This topic describes how to manage clusters on the Deep Learning Containers (DLC) platform and how to manage deep learning jobs in DLC Dashboard.

DLC platform
Column name Description
DLC Cluster ID/Name Information about a DLC cluster, including the ID and name of the DLC cluster.
ACK Cluster ID/Name Information about a cluster of Alibaba Cloud Container Service for Kubernetes (ACK) that has been added to DLC. You can click the ID of an ACK cluster in the ACK Cluster ID/Name column to log on to the ACK console.
Status
  • Initializing: DLC is initializing the ACK cluster.
  • Deploying: DLC is deploying components in the ACK cluster.
  • Running: DLC has deployed components in the ACK cluster. The ACK cluster is running.
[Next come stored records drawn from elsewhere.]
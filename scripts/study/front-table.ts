import { clopperPearson } from "@/lib/science/stats/intervals";
import { coverageText, percent, type CoverageTally } from "@/scripts/study/coverage-tally";
import { FRONT_CELLS, type FrontCell } from "@/scripts/study/front-cells";
import { METHODS, type FrontTally, type MethodTally } from "@/scripts/study/front-coverage";

/** Returns the front study as a Markdown table, one row a cell and crossing method. */
export function frontTable(tallies: readonly FrontTally[]): string {
  const rows = FRONT_CELLS.flatMap((cell, at) => METHODS.map((method) => `| ${methodRow(cell, method, tallies[at][method]).join(" | ")} |`));
  return [
    "| truth | M | method | true γ | bias of γ | RMS of γ | τ | γ and β | γ, basic | v | “faster” | “slower” | no fit |",
    "|---|---|---|---|---|---|---|---|---|---|---|---|---|",
    ...rows,
  ].join("\n");
}

function methodRow({ name, shots }: FrontCell, method: string, tally: MethodTally): (string | number)[] {
  const { trueGamma, crossings, gamma, gammaBasic, velocity, fasterThanLinear, slowerThanLinear, noFit, repeats } = tally;
  const coverages = [crossings, gamma, gammaBasic, velocity].map(coverageText);
  const shares = [fasterThanLinear, slowerThanLinear, noFit].map((count) => shareText(count, repeats));
  return [name, shots, method, trueGamma?.toFixed(3) ?? "–", biasText(gamma), rmsText(gamma), ...coverages, ...shares];
}

function biasText({ sum, intervals }: CoverageTally): string {
  return intervals === 0 ? "–" : (sum / intervals).toFixed(3);
}

function rmsText({ squares, intervals }: CoverageTally): string {
  return intervals === 0 ? "–" : Math.sqrt(squares / intervals).toFixed(3);
}

/** A share in per cent with its 95 % limits (Clopper and Pearson 1934). */
function shareText(count: number, of: number): string {
  const [low, high] = clopperPearson(count, of);
  return `${percent(count / of)} (${percent(low)}–${percent(high)})`;
}
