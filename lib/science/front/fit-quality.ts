import type { FitQuality } from "@/lib/science/front/front-result";
import type { FrontPoints } from "@/lib/science/front/front-points";
import { aicc, bic } from "@/lib/science/stats/information-criteria";
import { generalisedChiSquare } from "@/lib/science/stats/generalised-least-squares";
import { chiSquareSurvival } from "@/lib/science/stats/special-functions";

/** Returns χ² with the plain errors σ_j, or with the joint covariance where the points have one, its p-value, the information criteria and the residuals of a model. */
export function fitQuality(
  points: FrontPoints,
  model_us: Float64Array,
  parameters: number,
  replicatesFitted: number,
): FitQuality {
  const n = points.time_us.length;
  const residuals_us = Array.from(points.time_us, (time, j) => time - model_us[j]);
  const chi2 =
    points.covariance === null
      ? residuals_us.reduce((sum, residual, j) => sum + (residual / points.error_us[j]) ** 2, 0)
      : generalisedChiSquare(residuals_us, points.covariance);
  const dof = n - parameters;
  return {
    chi2,
    dof,
    pValue: chiSquareSurvival(chi2, dof),
    aicc: aicc(chi2, parameters, n),
    bic: bic(chi2, parameters, n),
    n,
    residuals_us,
    replicatesFitted,
  };
}
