import { RICHER_MODELS, type CountModelName } from "@/lib/science/detection/count-model";
import { fitCountModel } from "@/lib/science/detection/count-model-fit";
import { tallyCounts } from "@/lib/science/detection/count-tally";
import { poissonModel, richerModel, type FittedModel } from "@/lib/science/detection/fitted-model";
import type { OneComponent, TwoComponents } from "@/lib/science/detection/poisson-mixture";
import { bic } from "@/lib/science/stats/information-criteria";

/** The model a detection rests on, and why it was taken. */
export interface ChosenModel {
  name: CountModelName;
  chosen: "bic" | "by-hand";
  /** BIC summed over the sites that show two components, of each model that was tried. */
  bic: { name: CountModelName; value: number }[];
  /** One plain sentence. */
  reason: string;
}

export interface ModelChoice {
  model: ChosenModel;
  /** `[site]`; sites without two components keep what was found. */
  fits: (FittedModel | OneComponent | null)[];
}

const NAMES: Record<CountModelName, string> = {
  poisson: "two Poisson components",
  leakage: "Poisson components with leakage",
  "negative-binomial": "negative binomial components",
};
/** A richer model is taken only when its BIC is clearly the lower one (Kass and Raftery 1995: more than 10 is very strong). */
const CLEAR = 10;
/** Longer histograms are taken as they are: the densities of leakage would be summed over every count. */
const MOST_COUNTS = 4096;

/** So many sites, evenly among those with two components, decide for the run. */
const MOST_DECIDING = 24;

type Fits = (FittedModel | OneComponent | null)[];

/**
 * Returns the fits under the asked model, or under the one that BIC chooses for the run: the sum over sites (24 of them at most) of
 * −2 ln L + p ln M, two Poisson components unless a richer model is lower by more than 10. `frequencies` is `[site][count]`, `poisson` the
 * mixtures fitted to them.
 */
export function chooseCountModel(
  frequencies: readonly ArrayLike<number>[],
  poisson: readonly (TwoComponents | OneComponent | null)[],
  asked: CountModelName | "auto",
): ModelChoice {
  const base: Fits = poisson.map((fit) => (fit?.kind === "two-components" ? poissonModel(fit) : fit));
  const names: CountModelName[] = asked === "poisson" || longest(frequencies) > MOST_COUNTS ? ["poisson"] : ["poisson", "leakage", "negative-binomial"];
  const deciding = evenlyAmong(Array.from(base.keys()).filter((site) => base[site]?.kind === "two-components"), MOST_DECIDING);
  const fitted = (name: CountModelName, sites: readonly number[]): Fits => sites.map((site) => modelFit(name, base[site], poisson[site], frequencies[site]));
  const values = names.map((name) => ({ name, value: totalBic(fitted(name, deciding)) }));
  const name = asked !== "auto" && names.includes(asked) ? asked : leastBic(values);
  const reason = reasonOf(name, asked, values, deciding.length);
  const fits = name === "poisson" ? base : fitted(name, Array.from(base.keys()));
  return { model: { name, chosen: asked === "auto" ? "bic" : "by-hand", bic: values, reason }, fits };
}

function evenlyAmong(sites: readonly number[], most: number): number[] {
  if (sites.length <= most) return [...sites];
  return Array.from({ length: most }, (_, n) => sites[Math.floor((n * sites.length) / most)]);
}

function longest(frequencies: readonly ArrayLike<number>[]): number {
  return frequencies.reduce((most, { length }) => Math.max(most, length), 0);
}

function modelFit(
  name: CountModelName,
  base: FittedModel | OneComponent | null,
  poisson: TwoComponents | OneComponent | null,
  frequencies: ArrayLike<number>,
): FittedModel | OneComponent | null {
  if (name === "poisson" || poisson?.kind !== "two-components") return base;
  const model = RICHER_MODELS[name];
  return richerModel(model, fitCountModel(model, tallyCounts(frequencies), model.start(poisson)), poisson.shots);
}

function totalBic(fits: Fits): number {
  return fits.reduce((sum, fit) => (fit?.kind === "two-components" ? sum + bic(-2 * fit.logLikelihood, fit.parameters, fit.shots) : sum), 0);
}

function leastBic(values: readonly { name: CountModelName; value: number }[]): CountModelName {
  const [poisson, ...richer] = values;
  const best = richer.reduce((least, candidate) => (candidate.value < least.value ? candidate : least), poisson);
  return best.value < poisson.value - CLEAR ? best.name : "poisson";
}

function reasonOf(name: CountModelName, asked: CountModelName | "auto", values: readonly { name: CountModelName; value: number }[], sites: number): string {
  if (values.length === 1) return asked === "poisson" ? `Taken by hand: ${NAMES.poisson}.` : `${capital(NAMES.poisson)}: counts above ${MOST_COUNTS} are described by no other model here.`;
  const [{ value: reference }] = values;
  const differences = values.slice(1).map((candidate) => `${NAMES[candidate.name]} ${signed(candidate.value - reference)}`);
  const against = `BIC against ${NAMES.poisson}, summed over ${sites} ${sites === 1 ? "site" : "sites"}: ${differences.join(", ")}`;
  if (asked !== "auto") return `Taken by hand: ${NAMES[name]}. ${against}.`;
  return name === "poisson" ? `${capital(NAMES.poisson)}, since no richer model lowers BIC by more than ${CLEAR}. ${against}.` : `${capital(NAMES[name])}, whose BIC is the lowest. ${against}.`;
}

function signed(value: number): string {
  return `${value < 0 ? "−" : "+"}${Math.abs(value).toFixed(0)}`;
}

function capital(text: string): string {
  return text.charAt(0).toUpperCase() + text.slice(1);
}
  • Deployment Failed: DLC fails to deploy components in the ACK cluster. You can click Log in the Actions column to check the causes. You can also click Retry in the Actions column to deploy the components again.
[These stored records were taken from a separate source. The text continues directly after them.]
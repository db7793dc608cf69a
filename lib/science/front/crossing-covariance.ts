/** Of the replicates at least half must hold all the points, and ten for each point, for their covariance to be worth inverting. */
const LEAST_SHARE = 0.5;
const REPLICATES_PER_POINT = 10;

/**
 * Returns the bootstrap covariance `[point][point]`, µs², of the crossing times of the given traces, over the replicates in which all of them
 * cross (n − 1); or why there is none. `tau` is `[trace][replicate]`, µs.
 */
export function crossingCovariance(traces: Int32Array, tau: Float64Array, replicateCount: number): Float64Array | { reason: string } {
  const size = traces.length;
  const whole = Array.from({ length: replicateCount }, (_, b) => b).filter((b) => traces.every((j) => Number.isFinite(tau[j * replicateCount + b])));
  const least = Math.max(LEAST_SHARE * replicateCount, REPLICATES_PER_POINT * size);
  if (whole.length < least) {
    return { reason: `The joint covariance of ${size} crossing times needs ${Math.ceil(least)} replicates in which all of them cross; there are ${whole.length}.` };
  }
  const rows = Array.from(traces, (j) => {
    const values = Float64Array.from(whole, (b) => tau[j * replicateCount + b]);
    const mean = values.reduce((sum, value) => sum + value, 0) / values.length;
    return values.map((value) => value - mean);
  });
  const covariance = new Float64Array(size * size);
  for (let p = 0; p < size; p++) {
    for (let q = 0; q <= p; q++) {
      let sum = 0;
      for (let n = 0; n < whole.length; n++) sum += rows[p][n] * rows[q][n];
      covariance[p * size + q] = covariance[q * size + p] = sum / (whole.length - 1);
    }
  }
  return covariance;
}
Type Indicates how the ACK cluster is added to DLC.
  • Bind: The ACK cluster is created in the ACK console and then added to DLC.
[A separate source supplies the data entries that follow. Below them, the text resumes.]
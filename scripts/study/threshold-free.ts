/**
 * Where counts read without a threshold beat thresholding: simulated pairs of sites with Poisson counts whose laws are known, three
 * estimates of the same correlator from the same shots.
 */
import { covarianceLaw, errorBarOfLaw, pairLaw, scaledLaw } from "@/lib/science/correlators/bootstrap-law";
import { advisePoissonThreshold, poissonErrorRates } from "@/lib/science/detection/threshold";
import { createRandomStream, type RandomStream } from "@/lib/science/stats/philox";
import { RANDOM_PURPOSES } from "@/lib/science/stats/random-purposes";
import { poissonCountLaw, type CountLaw } from "@/lib/science/threshold-free/count-laws";
import { fitPairOutcomes } from "@/lib/science/threshold-free/pair-likelihood";
import { tallyPair } from "@/lib/science/threshold-free/pair-tally";
import { soften, softCovariance, softPairMoments } from "@/lib/science/threshold-free/soft-moments";
import { softenCounts } from "@/lib/science/threshold-free/soft-spins";
import { softWeights, type SoftWeights } from "@/lib/science/threshold-free/soft-weights";

/** What is simulated in one row of the table. */
interface ThresholdFreeCase {
  dark: number;
  bright: number;
  /** ⟨σ⟩ of both sites. */
  mean: number;
  correlator: number;
  shots: number;
}

/** What one estimate was worth. */
interface Performance {
  /** Root of the mean squared error. */
  rms: number;
  /** Share of the 95 % intervals that hold the truth. */
  coverage: number;
}

export interface ThresholdFreeRow extends ThresholdFreeCase {
  /** (ε_d + ε_b)/2 at the advised threshold. */
  readoutError: number;
  /** Information that the counts keep, and that the threshold keeps, at even chances. */
  retained: number;
  retainedByThreshold: number;
  threshold: Performance;
  soft: Performance;
  likelihood: Performance;
}

/** Dark and bright rates, from hardly any overlap to a fifth of the shots misread. */
const RATES = [[1, 12], [1, 8], [2, 9], [2, 8], [3, 9], [3, 8], [4, 9], [4, 8], [3, 6]] as const;
const CORRELATORS = [0, 0.1, 0.4];
const SHOTS = [250, 1000];
const MEANS = [0, -0.6];
const Z_95 = 1.959963984540054;

interface Estimate {
  value: number;
  low: number;
  high: number;
}

/** A case with everything that does not change from repeat to repeat. */
interface Prepared {
  row: ThresholdFreeCase;
  law: CountLaw;
  weights: SoftWeights;
  threshold: number;
  /** 1/F² */
  correction: number;
  /** `[outcome]`, cumulative shares of `[++, +−, −+, −−]`. */
  outcomes: number[];
  /** `[bin]`, cumulative. */
  darkUpTo: Float64Array;
  brightUpTo: Float64Array;
}

/** Returns the study's rows, the same for the same seed and repeats. `cases` are simulated, all of the table's without. */
export function thresholdFreeStudy(seed: number, repeats: number, cases: readonly ThresholdFreeCase[] = allCases()): ThresholdFreeRow[] {
  return cases.map((row, index) => studyCase(prepare(row), seed, repeats, index));
}

function allCases(): ThresholdFreeCase[] {
  const grid = MEANS.flatMap((mean) => SHOTS.flatMap((shots) => CORRELATORS.map((correlator) => ({ mean, shots, correlator }))));
  return RATES.flatMap(([dark, bright]) => grid.map((rest) => ({ dark, bright, ...rest })));
}

function prepare(row: ThresholdFreeCase): Prepared {
  const { dark, bright, mean, correlator } = row;
  const law = poissonCountLaw({ dark, bright, brightWeight: (1 + mean) / 2 });
  const weights = softWeights(law, "up");
  if (weights === null) throw new RangeError(`Rates ${dark} and ${bright} cannot be told apart`);
  const threshold = advisePoissonThreshold(dark, bright);
  const { falseBright, falseDark } = poissonErrorRates(threshold, dark, bright);
  const share = (i: number, j: number) => ((1 + i * mean) * (1 + j * mean) + i * j * correlator) / 4;
  return {
    row,
    law,
    weights,
    threshold,
    correction: (1 - falseBright - falseDark) ** -2,
    outcomes: cumulative([share(1, 1), share(1, -1), share(-1, 1), share(-1, -1)]),
    darkUpTo: Float64Array.from(cumulative(law.dark)),
    brightUpTo: Float64Array.from(cumulative(law.bright)),
  };
}

function cumulative(shares: ArrayLike<number>): number[] {
  let sum = 0;
  return Array.from(shares, (share) => (sum += share));
}

function studyCase(prepared: Prepared, seed: number, repeats: number, index: number): ThresholdFreeRow {
  const { row, weights, threshold } = prepared;
  const found: Record<"threshold" | "soft" | "likelihood", Estimate[]> = { threshold: [], soft: [], likelihood: [] };
  for (let repeat = 0; repeat < repeats; repeat++) {
    const counts = drawCounts(prepared, createRandomStream(seed, RANDOM_PURPOSES.thresholdFreeStudy, index, repeat));
    found.threshold.push(byThreshold(prepared, counts));
    found.soft.push(bySoftSpins(prepared, counts));
    found.likelihood.push(byLikelihood(prepared, counts));
  }
  const { falseBright, falseDark } = poissonErrorRates(threshold, row.dark, row.bright);
  const readsBright = (1 + falseBright - falseDark) / 2;
  return {
    ...row,
    readoutError: (falseBright + falseDark) / 2,
    retained: weights.retained,
    retainedByThreshold: (1 - falseBright - falseDark) ** 2 / (4 * readsBright * (1 - readsBright)),
    threshold: judge(found.threshold, row.correlator),
    soft: judge(found.soft, row.correlator),
    likelihood: judge(found.likelihood, row.correlator),
  };
}

/** `[shot][2]` */
function drawCounts({ row, outcomes, darkUpTo, brightUpTo }: Prepared, stream: RandomStream): Uint16Array {
  const counts = new Uint16Array(2 * row.shots);
  for (let s = 0; s < row.shots; s++) {
    const outcome = drawFrom(outcomes, stream);
    counts[2 * s] = drawFrom(outcome < 2 ? brightUpTo : darkUpTo, stream);
    counts[2 * s + 1] = drawFrom(outcome % 2 === 0 ? brightUpTo : darkUpTo, stream);
  }
  return counts;
}

function drawFrom(upTo: ArrayLike<number>, stream: RandomStream): number {
  const u = stream.nextUniform();
  let n = 0;
  while (n < upTo.length - 1 && u >= upTo[n]) n += 1;
  return n;
}

/** Readings corrected with the exact error rates; percentile interval of the bootstrap law. */
function byThreshold({ row, threshold, correction }: Prepared, counts: Uint16Array): Estimate {
  const outcomes: [number, number, number, number] = [0, 0, 0, 0];
  for (let s = 0; s < row.shots; s++) outcomes[(counts[2 * s] > threshold ? 0 : 2) + (counts[2 * s + 1] > threshold ? 0 : 1)] += 1;
  const [both, onlyI, onlyJ] = outcomes;
  const value = (4 * correction * (row.shots * both - (both + onlyI) * (both + onlyJ))) / row.shots ** 2;
  const { low, high } = errorBarOfLaw(scaledLaw(pairLaw(outcomes), correction), value, "percentile", 0);
  return { value, low, high };
}

/** Covariance of soft spins; percentile interval of its bootstrap law. */
function bySoftSpins({ row, weights }: Prepared, counts: Uint16Array): Estimate {
  const sums = soften(softenCounts(counts, row.shots, 2, [weights.value, weights.value]));
  const value = softCovariance(sums, row.shots, 0, 1);
  const law = covarianceLaw(softPairMoments(sums, row.shots, 0, 1, value), row.shots);
  const { low, high } = errorBarOfLaw(law, value, "percentile", 0);
  return { value, low, high };
}

/** Maximum likelihood; normal interval by the observed information. */
function byLikelihood({ law }: Prepared, counts: Uint16Array): Estimate {
  const { correlator: value, error } = fitPairOutcomes(tallyPair(counts, 2, 0, 1, law.dark.length, law.dark.length), law, law, "up");
  return { value, low: value - Z_95 * error, high: value + Z_95 * error };
}

function judge(estimates: readonly Estimate[], truth: number): Performance {
  let squares = 0;
  let held = 0;
  for (const { value, low, high } of estimates) {
    squares += (value - truth) ** 2;
    if (low <= truth && truth <= high) held += 1;
  }
  return { rms: Math.sqrt(squares / estimates.length), coverage: held / estimates.length };
}

/** Returns the rows as a Markdown table. */
export function thresholdFreeTable(rows: readonly ThresholdFreeRow[]): string {
  const head = [
    "| λ dark / bright | readout error | ⟨σ⟩ | C | M | RMS threshold | soft / threshold | likelihood / threshold | coverage threshold | soft | likelihood |",
    "|---|---|---|---|---|---|---|---|---|---|---|",
  ];
  return [...head, ...rows.map(tableRow)].join("\n");
}

function tableRow({ dark, bright, readoutError, mean, correlator, shots, threshold, soft, likelihood }: ThresholdFreeRow): string {
  const percent = (share: number) => `${(100 * share).toFixed(1)} %`;
  const ratio = ({ rms }: Performance) => (rms / threshold.rms).toFixed(3);
  const coverages = [threshold, soft, likelihood].map(({ coverage }) => percent(coverage));
  return `| ${[`${dark} / ${bright}`, percent(readoutError), mean, correlator, shots, threshold.rms.toFixed(4), ratio(soft), ratio(likelihood), ...coverages].join(" | ")} |`;
}

/** Returns the rows as a shorter Markdown table: one line for each pair of rates and ⟨σ⟩, with the range over C and M and the mean coverage. */
export function thresholdFreeSummary(rows: readonly ThresholdFreeRow[]): string {
  const head = [
    "| λ dark / bright | readout error | ⟨σ⟩ | RMS soft / threshold | RMS likelihood / threshold | coverage threshold | soft | likelihood |",
    "|---|---|---|---|---|---|---|---|",
  ];
  const groups = new Map<string, ThresholdFreeRow[]>();
  for (const row of rows) {
    const key = `${row.dark} / ${row.bright}, ${row.mean}`;
    groups.set(key, [...(groups.get(key) ?? []), row]);
  }
  return [...head, ...Array.from(groups.values(), summaryRow)].join("\n");
}

function summaryRow(rows: readonly ThresholdFreeRow[]): string {
  const [{ dark, bright, readoutError, mean }] = rows;
  const range = (name: "soft" | "likelihood") => {
    const ratios = rows.map((row) => row[name].rms / row.threshold.rms);
    return `${Math.min(...ratios).toFixed(3)} to ${Math.max(...ratios).toFixed(3)}`;
  };
  const coverage = (name: "threshold" | "soft" | "likelihood") => `${((100 * rows.reduce((sum, row) => sum + row[name].coverage, 0)) / rows.length).toFixed(1)} %`;
  const cells = [`${dark} / ${bright}`, `${(100 * readoutError).toFixed(1)} %`, mean, range("soft"), range("likelihood"), coverage("threshold"), coverage("soft"), coverage("likelihood")];
  return `| ${cells.join(" | ")} |`;
}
  • Create: The ACK cluster is created from the DLC platform.
Creation Time The time when the DLC cluster is created.
Description The description of the DLC cluster that you have entered after you click Add Cluster.
Actions
  • Cluster Console: Log on to DLC Dashboard, where you can submit training jobs and view progress of training jobs.
  • Components: View DLC components that have been deployed in the ACK cluster.
  • Logs: View log data generated when the system adds the ACK cluster and deploys the DLC components.
  • Retry: If the Status column displays Deployment Failed, you can click Retry to deploy the DLC components again.